Exercise 10: "O(1) Max of Array"¶
Claim: This function returns the maximum in O(1) time.
Go¶
// BUG: Claims O(1) but is actually O(n)
func maxElement(arr []int) int {
max := arr[0]
for _, v := range arr[1:] {
if v > max {
max = v
}
}
return max
}
Java¶
// BUG: Claims O(1) but is actually O(n)
static int maxElement(int[] arr) {
int max = arr[0];
for (int i = 1; i < arr.length; i++) {
if (arr[i] > max) max = arr[i];
}
return max;
}
Python¶
# BUG: Claims O(1) but is actually O(n)
def max_element(arr):
return max(arr) # max() iterates through entire array -- O(n)
Bug: Finding the maximum of an unsorted collection requires examining every element, which is O(n). Fix: If you need O(1) max, maintain a separate variable that tracks the maximum as elements are inserted (like a max-heap or the MinStack pattern from the tasks). The max() built-in hides the O(n) traversal.
Exercise 11: "O(1) Dictionary Merge"¶
Claim: Merging two dictionaries is O(1).
Python¶
# BUG: Claims O(1) but is actually O(n + m)
def merge_dicts(a, b):
return {**a, **b} # Creates new dict, copies all entries
Go¶
// BUG: Claims O(1) but is actually O(n + m)
func mergeMaps(a, b map[string]int) map[string]int {
result := make(map[string]int)
for k, v := range a {
result[k] = v
}
for k, v := range b {
result[k] = v
}
return result
}
Java¶
// BUG: Claims O(1) but is actually O(n + m)

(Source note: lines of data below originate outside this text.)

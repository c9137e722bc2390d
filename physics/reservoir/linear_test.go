package reservoir

import (
	"encoding/json"
	"math"
	"os"
	"testing"

	"brinefront/physics/displace"
	"brinefront/physics/fracflow"
	"brinefront/physics/relperm"
)

func near(t *testing.T, what string, got, want, tolerance float64) {
	t.Helper()
	if !(math.Abs(got-want) <= tolerance) {
		t.Errorf("%s = %.15g, want %.15g: off by %.2g, allowed %.2g", what, got, want, got-want, tolerance)
	}
}

// Independent SciPy computation, two methods: case lin-01.
func TestLinearIndependent(t *testing.T) {
	text, err := os.ReadFile("../../testdata/independent/displacement.json")
	if err != nil {
		t.Fatal(err)
	}
	var file struct {
		Cases []struct {
			ID     string
			Inputs struct {
				Fluid struct {
					Kr  relperm.Corey
					MuW float64 `json:"mu_w"`
					MuO float64 `json:"mu_o"`
				}
				Injected float64   `json:"s_injected"`
				Initial  float64   `json:"s_initial"`
				K        float64   `json:"k"`
				Phi      float64   `json:"phi"`
				Length   float64   `json:"length"`
				DP       float64   `json:"dp"`
				PVI      []float64 `json:"pvi_list"`
			}
			Outputs map[string]any
			Errors  map[string]float64 `json:"est_error"`
		}
	}
	if err := json.Unmarshal(text, &file); err != nil {
		t.Fatal(err)
	}
	found := false
	for _, c := range file.Cases {
		if c.ID != "lin-01" {
			continue
		}
		found = true
		in := c.Inputs
		flow := fracflow.Flow{Curves: in.Fluid.Kr, MuW: in.Fluid.MuW, MuO: in.Fluid.MuO}
		d, err := displace.New(flow, in.Injected, in.Initial)
		if err != nil {
			t.Fatal(err)
		}
		l, err := NewLinear(Layer{Length: in.Length, Area: 1, Porosity: in.Phi, Permeability: in.K, Bw: 1, Bo: 1, Uptime: 1, Drive: ConstantPressure{in.DP}}, flow, d)
		if err != nil {
			t.Fatal(err)
		}
		one := func(key string) float64 { return c.Outputs[key].(float64) }
		many := func(key string, i int) float64 { return c.Outputs[key].([]any)[i].(float64) }
		// A few times the estimated error of the reference.
		bt, pvi := l.Breakthrough()
		near(t, "breakthrough PVI", pvi, one("breakthrough_pvi"), 3*c.Errors["breakthrough_pvi"])
		near(t, "breakthrough time", bt, one("breakthrough_s"), 3*c.Errors["breakthrough_s"])
		for i, q := range in.PVI {
			near(t, "time", l.TimeAt(q), many("time_at_pvi_s", i), 3*c.Errors["time_at_pvi_s"])
			near(t, "R", l.Resistance(q), many("resistance_R_Pa_s", i), 3*c.Errors["resistance_R_Pa_s"])
			near(t, "flux", l.AtPVI(q).InjectionRate, many("flux_m_per_s", i), 3*c.Errors["flux_m_per_s"])
			near(t, "PVI", l.PVIAt(l.TimeAt(q)), q, 1e-14*q)
		}
	}
	if !found {
		t.Fatal("case lin-01 is gone")
	}
}

var viscous = relperm.Corey{Swc: 0.213, Sor: 0.237, Krw0: 0.327, Kro0: 0.861, Nw: 2.7, No: 2.15}

// rock is an invented layer.
func rock(drive Drive) Layer {
	return Layer{Length: 151, Area: 730, Porosity: 0.217, Permeability: 8.7e-14, Bw: 1.02, Bo: 1.31, Uptime: 0.93, Drive: drive}
}

func build(t *testing.T, layer Layer, flow fracflow.Flow, injected, initial float64) *Linear {
	t.Helper()
	d, err := displace.New(flow, injected, initial)
	if err != nil {
		t.Fatal(err)
	}
	l, err := NewLinear(layer, flow, d)
	if err != nil {
		t.Fatal(err)
	}
	return l
}

// At constant rate everything follows from Q = uptime q t/PV by hand.
func TestConstantRate(t *testing.T) {
	const rate, day = 2e-4, 86400.0
	flow := fracflow.Flow{Curves: viscous, MuW: 0.47e-3, MuO: 5.93e-3}
	l := build(t, rock(ConstantRate{rate}), flow, 0.763, 0.213)
	pv := 151 * 730 * 0.217
	for _, days := range []float64{1, 400, 1300, 4000, 20000} {
		time := days * day
		q := 0.93 * rate * time / pv
		s := l.At(time)
		near(t, "PVI", s.PVI, q, 1e-15*q)
		near(t, "time", s.Time, time, 0)
		near(t, "injected", s.CumInjected, 0.93*rate*time, 1e-9)
		near(t, "rate", s.InjectionRate, 0.93*rate, 1e-18)
		_, f := l.Displacement.Outlet(q)
		near(t, "oil rate", s.OilRate, 0.93*rate*(1-f)/1.31, 1e-18)
		near(t, "water rate", s.WaterRate, 0.93*rate*f/1.02, 1e-18)
		near(t, "water cut", s.WaterCut, s.WaterRate/(s.OilRate+s.WaterRate), 1e-15)
		near(t, "oil", s.CumOil, l.Displacement.Recovery(q)*pv/1.31, 1e-10*pv)
		near(t, "volume in and out", s.CumOil*1.31+s.CumWater*1.02, s.CumInjected, 1e-9*pv)
		near(t, "pressure", s.PressureDrop, rate/730*151/8.7e-14*l.Resistance(q), 1e-6)
	}
	if s := l.At(0); s.PVI != 0 || s.CumOil != 0 || s.WaterCut != 0 || s.Recovery != 0 {
		t.Errorf("at time 0: %+v", s)
	}
}

// Rates are the slopes of cumulatives in calendar time, whatever the drive: central
// differences, whose error is taken from halving the step.
func TestRatesAreSlopes(t *testing.T) {
	flow := fracflow.Flow{Curves: viscous, MuW: 0.47e-3, MuO: 5.93e-3}
	for _, drive := range []Drive{ConstantRate{2e-4}, ConstantPressure{2.3e6}} {
		l := build(t, rock(drive), flow, 0.763, 0.213)
		bt, _ := l.Breakthrough()
		for _, share := range []float64{0.2, 0.9, 1.1, 2, 7} {
			at := share * bt
			s := l.At(at)
			slope := func(h float64, of func(State) float64) float64 {
				return (of(l.At(at+h)) - of(l.At(at-h))) / (2 * h)
			}
			for name, pair := range map[string][2]func(State) float64{
				"injected": {func(s State) float64 { return s.CumInjected }, func(s State) float64 { return s.InjectionRate }},
				"oil":      {func(s State) float64 { return s.CumOil }, func(s State) float64 { return s.OilRate }},
				"water":    {func(s State) float64 { return s.CumWater }, func(s State) float64 { return s.WaterRate }},
			} {
				h := 1e-3 * bt
				coarse, fine := slope(h, pair[0]), slope(h/2, pair[0])
				near(t, name, pair[1](s), fine, 2*math.Abs(coarse-fine)+1e-9*s.InjectionRate)
			}
		}
	}
}

// The piston limit in closed form: with one shock from end to end, mobilities lw behind and
// lo ahead, R = Q/lw/Qf + (1 - Q/Qf)/lo until Q = Qf, so that
//
//	T = Q/lo + Q^2 (1/lw - 1/lo)/(2 Qf),  and break-through at T = Qf (1/lw + 1/lo)/2.
func TestPistonClosedForm(t *testing.T) {
	for _, m := range []float64{0.01, 0.3, 1} { // straight curves are piston-like up to M = 1
		flow := fracflow.Flow{Curves: relperm.Corey{Swc: 0.2, Sor: 0.2, Krw0: 1, Kro0: 1, Nw: 1, No: 1}, MuW: 1e-3, MuO: m * 1e-3}
		l := build(t, rock(ConstantPressure{1e6}), flow, 0.8, 0.2)
		unit := 0.217 * 151 * 151 / (8.7e-14 * 1e6 * 0.93)
		lw, lo, qf := 1e3, 1e3/m, 0.6
		bt, pvi := l.Breakthrough()
		near(t, "PVI", pvi, qf, 1e-15)
		near(t, "break-through", bt, unit*qf*(1/lw+1/lo)/2, 1e-13*bt)
		for _, q := range []float64{0.01, 0.3, 0.59} {
			want := unit * (q/lo + q*q*(1/lw-1/lo)/(2*qf))
			near(t, "time", l.TimeAt(q), want, 1e-13*want)
			near(t, "PVI", l.PVIAt(want), q, 1e-14)
		}
		after := l.TimeAt(2) - bt // only water flows
		near(t, "after", after, unit*(2-qf)/lw, 1e-13*after)
	}
}

func TestRefusals(t *testing.T) {
	flow := fracflow.Flow{Curves: viscous, MuW: 0.47e-3, MuO: 5.93e-3}
	d, _ := displace.New(flow, 0.763, 0.213)
	for name, spoil := range map[string]func(*Layer, *fracflow.Flow){
		"length":       func(l *Layer, _ *fracflow.Flow) { l.Length = 0 },
		"area":         func(l *Layer, _ *fracflow.Flow) { l.Area = math.NaN() },
		"porosity":     func(l *Layer, _ *fracflow.Flow) { l.Porosity = 1.1 },
		"permeability": func(l *Layer, _ *fracflow.Flow) { l.Permeability = -1 },
		"volume":       func(l *Layer, _ *fracflow.Flow) { l.Bo = math.Inf(1) },
		"uptime":       func(l *Layer, _ *fracflow.Flow) { l.Uptime = 0 },
		"no drive":     func(l *Layer, _ *fracflow.Flow) { l.Drive = nil },
		"rate":         func(l *Layer, _ *fracflow.Flow) { l.Drive = ConstantRate{} },
		"pressure":     func(l *Layer, _ *fracflow.Flow) { l.Drive = ConstantPressure{-1} },
		"gravity":      func(_ *Layer, f *fracflow.Flow) { f.Gravity = 1e-3 },
	} {
		layer, f := rock(ConstantPressure{1e6}), flow
		spoil(&layer, &f)
		if _, err := NewLinear(layer, f, d); err == nil {
			t.Errorf("%s: accepted", name)
		} else if _, ok := err.(*InputError); !ok {
			t.Errorf("%s: %T", name, err)
		}
	}
}

// Published times, from memory. Dake (1978), exercise 10.2: a body of 625 x 40 x 2000 ft,
// porosity 0.18, 1000 rb/d: 4.39 years for a pore volume, 1.54 years to the break-through
// of his 0.35 pore volumes. Ahmed (2001), ch. 14: 775,779 bbl, 900 bbl/d, front slope 1.973:
// 436.88 days, 393,198 bbl, water-oil ratio at surface 4.34 for fw 0.78, Bo 1.25, Bw 1.02.
// The tolerances are the printed digits.
func TestPublishedTimes(t *testing.T) {
	const foot, barrel, day = 0.3048, 0.158987294928, 86400.0
	flow := fracflow.Flow{Curves: viscous, MuW: 0.47e-3, MuO: 5.93e-3} // takes no part in times at constant rate
	dake := build(t, Layer{Length: 2000 * foot, Area: 625 * 40 * foot * foot, Porosity: 0.18, Permeability: 1e-13, Bw: 1, Bo: 1.3, Uptime: 1,
		Drive: ConstantRate{1000 * barrel / day}}, flow, 0.763, 0.213)
	near(t, "years for a pore volume", dake.TimeAt(1)/(365*day), 4.39, 0.005)
	near(t, "years to 0.35", dake.TimeAt(0.35)/(365*day), 1.54, 0.005)

	length := 775779 * barrel / 100 / 0.2
	ahmed := build(t, Layer{Length: length, Area: 100, Porosity: 0.2, Permeability: 1e-13, Bw: 1.02, Bo: 1.25, Uptime: 1,
		Drive: ConstantRate{900 * barrel / day}}, flow, 0.763, 0.213)
	s := ahmed.AtPVI(1 / 1.973)
	near(t, "days", s.Time/day, 436.88, 0.02)
	near(t, "injected bbl", s.CumInjected/barrel, 393198, 1)
	cut := fracflow.SurfaceCut(0.78, 1.02, 1.25)
	near(t, "water-oil ratio", cut/(1-cut), 4.34, 0.006)
}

static Map<String, Integer> mergeMaps(Map<String, Integer> a, Map<String, Integer> b) {
Map<String, Integer> result = new HashMap<>(a);
result.putAll(b);
return result;
}
Bug: Merging copies all entries from both maps: O(|a| + |b|). Fix: There is no general O(1) merge. If you need O(1), use a layered/chained map that defers to the underlying maps on lookup (lazy merge). But each lookup then checks multiple maps.

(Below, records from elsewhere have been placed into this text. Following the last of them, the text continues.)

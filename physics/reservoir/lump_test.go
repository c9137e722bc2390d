package reservoir

import (
	"math"
	"math/rand/v2"
	"testing"

	"brinefront/physics/displace"
	"brinefront/physics/fracflow"
)

// Of any section lumping keeps thickness, flow capacity and pore volume, gives as many layers as
// are asked for, and on more of them the fastest is never slower; on all of them nothing is changed.
func TestLumped(t *testing.T) {
	rng := rand.New(rand.NewPCG(7, 11))
	for range 200 {
		var samples []Sample
		for range 1 + rng.IntN(40) {
			samples = append(samples, Sample{Thickness: 0.1 + rng.Float64(), Permeability: math.Exp(2 * rng.NormFloat64()), Porosity: 0.05 + 0.3*rng.Float64(), Swi: 0.3 * rng.Float64(), Sor: 0.213})
		}
		sums := func(list []Sample) (h, kh, ph, water, fastest float64) {
			for _, s := range list {
				h, kh, ph = h+s.Thickness, kh+s.Thickness*s.Permeability, ph+s.Thickness*s.Porosity
				water += s.Thickness * s.Porosity * s.Swi
				fastest = math.Max(fastest, s.Permeability/s.Porosity)
			}
			return
		}
		h, kh, ph, water, _ := sums(samples)
		before := 0.0
		for n := 1; n <= len(samples); n++ {
			list := Lumped(samples, n)
			if len(list) != n {
				t.Fatalf("%d layers, asked for %d", len(list), n)
			}
			lh, lkh, lph, lwater, fastest := sums(list)
			near(t, "thickness", lh, h, 1e-12*h)
			near(t, "flow capacity", lkh, kh, 1e-12*kh)
			near(t, "initial water", lwater, water, 1e-12*ph)
			near(t, "residual", list[0].Sor, 0.213, 0)
			near(t, "pore volume", lph, ph, 1e-12*ph)
			if fastest < before*(1-1e-12) {
				t.Fatalf("the fastest of %d layers is slower than of %d", n, n-1)
			}
			before = fastest
			if n == len(samples) {
				for i := range list {
					if list[i] != samples[i] {
						t.Fatalf("layer %d is %v, was %v", i, list[i], samples[i])
					}
				}
			}
		}
	}
	// Two pairs of like neighbours, by hand: (1+1.2)/2 and (9+10)/2 in their order.
	two := Lumped(evenly(9, 10, 1, 1.2), 2)
	near(t, "upper", two[0].Permeability, 9.5, 1e-14)
	near(t, "lower", two[1].Permeability, 1.1, 1e-14)
}

// Piston-like layers at equal mobilities, by hand: their rates are as their paces, so that the cut jumps
// by the share of the flow of each layer when it is swept, at one over its pace.
func TestArrival(t *testing.T) {
	layer := func(pace float64) Member { return Member{Piston{Water: 1, Oil: 1, Change: 0.5}, 1, pace} }
	b := Bundle{layer(2), layer(5), layer(3)}
	for _, c := range []struct{ level, clock float64 }{{0.01, 0.5 / 5}, {0.49, 0.5 / 5}, {0.51, 0.5 / 3}, {0.79, 0.5 / 3}, {0.81, 0.5 / 2}} {
		clock, ok := b.Arrival(c.level, 10)
		if !ok {
			t.Fatalf("a cut of %g is not reached", c.level)
		}
		near(t, "arrival", clock, c.clock, 1e-12)
	}
	if _, ok := b.Arrival(0.9, 0.2); ok {
		t.Error("reached before the time")
	}
	// With fans behind the fronts too: below the level until then, at it or above from then on, over random layers.
	flow := fracflow.Flow{Curves: viscous, MuW: 0.47e-3, MuO: 2.1e-3}
	d, err := displace.New(flow, 0.763, 0.213)
	if err != nil {
		t.Fatal(err)
	}
	rng := rand.New(rand.NewPCG(5, 3))
	between := 0
	for range 60 {
		b := randomBundle(rng, Path{PoreVolume: 1, Impedance: 1, Shape: Even, Flood: NewFlood(flow, d)}.Tabulate(1e-8), 1+rng.IntN(20), rng.Float64())
		level := 0.01 + 0.94*rng.Float64()
		clock, ok := b.Arrival(level, Clock(b, 50, 0))
		if !ok {
			t.Fatalf("a cut of %g is not reached", level)
		}
		if math.Abs(b.At(clock).Cut()-level) < 1e-9 {
			between++
		}
		if cut := b.At(clock * (1 + 1e-6)).Cut(); cut < level {
			t.Errorf("a cut of %g after that of %g came", cut, level)
		}
		for k := range 50 {
			if cut := b.At(clock * (1 - 1e-6) * float64(k+1) / 50).Cut(); cut > level {
				t.Errorf("a cut of %g before that of %g came", cut, level)
			}
		}
	}
	if between < 10 {
		t.Errorf("only %d arrivals between breakthroughs", between)
	}
}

Exercise 12: "O(1) Slice Reversal"¶
Claim: Reversing a slice is O(1) because it is "just swapping pointers."
Go¶
// BUG: Claims O(1) but is actually O(n)
func reverse(arr []int) {
for i, j := 0, len(arr)-1; i < j; i, j = i+1, j-1 {
arr[i], arr[j] = arr[j], arr[i] // O(1) per swap, but n/2 swaps
}
}
Java¶
// BUG: Claims O(1) but is actually O(n)
static void reverse(int[] arr) {
for (int i = 0, j = arr.length - 1; i < j; i++, j--) {
int temp = arr[i];
arr[i] = arr[j];
arr[j] = temp;
}
}
Python¶
Bug: Reversing requires n/2 swaps, each O(1), for a total of O(n). Fix: If you need O(1) "reversal," use a direction flag and adjust indexing: arr[i] becomes arr[n-1-i] when reversed. This is a logical reversal without moving data.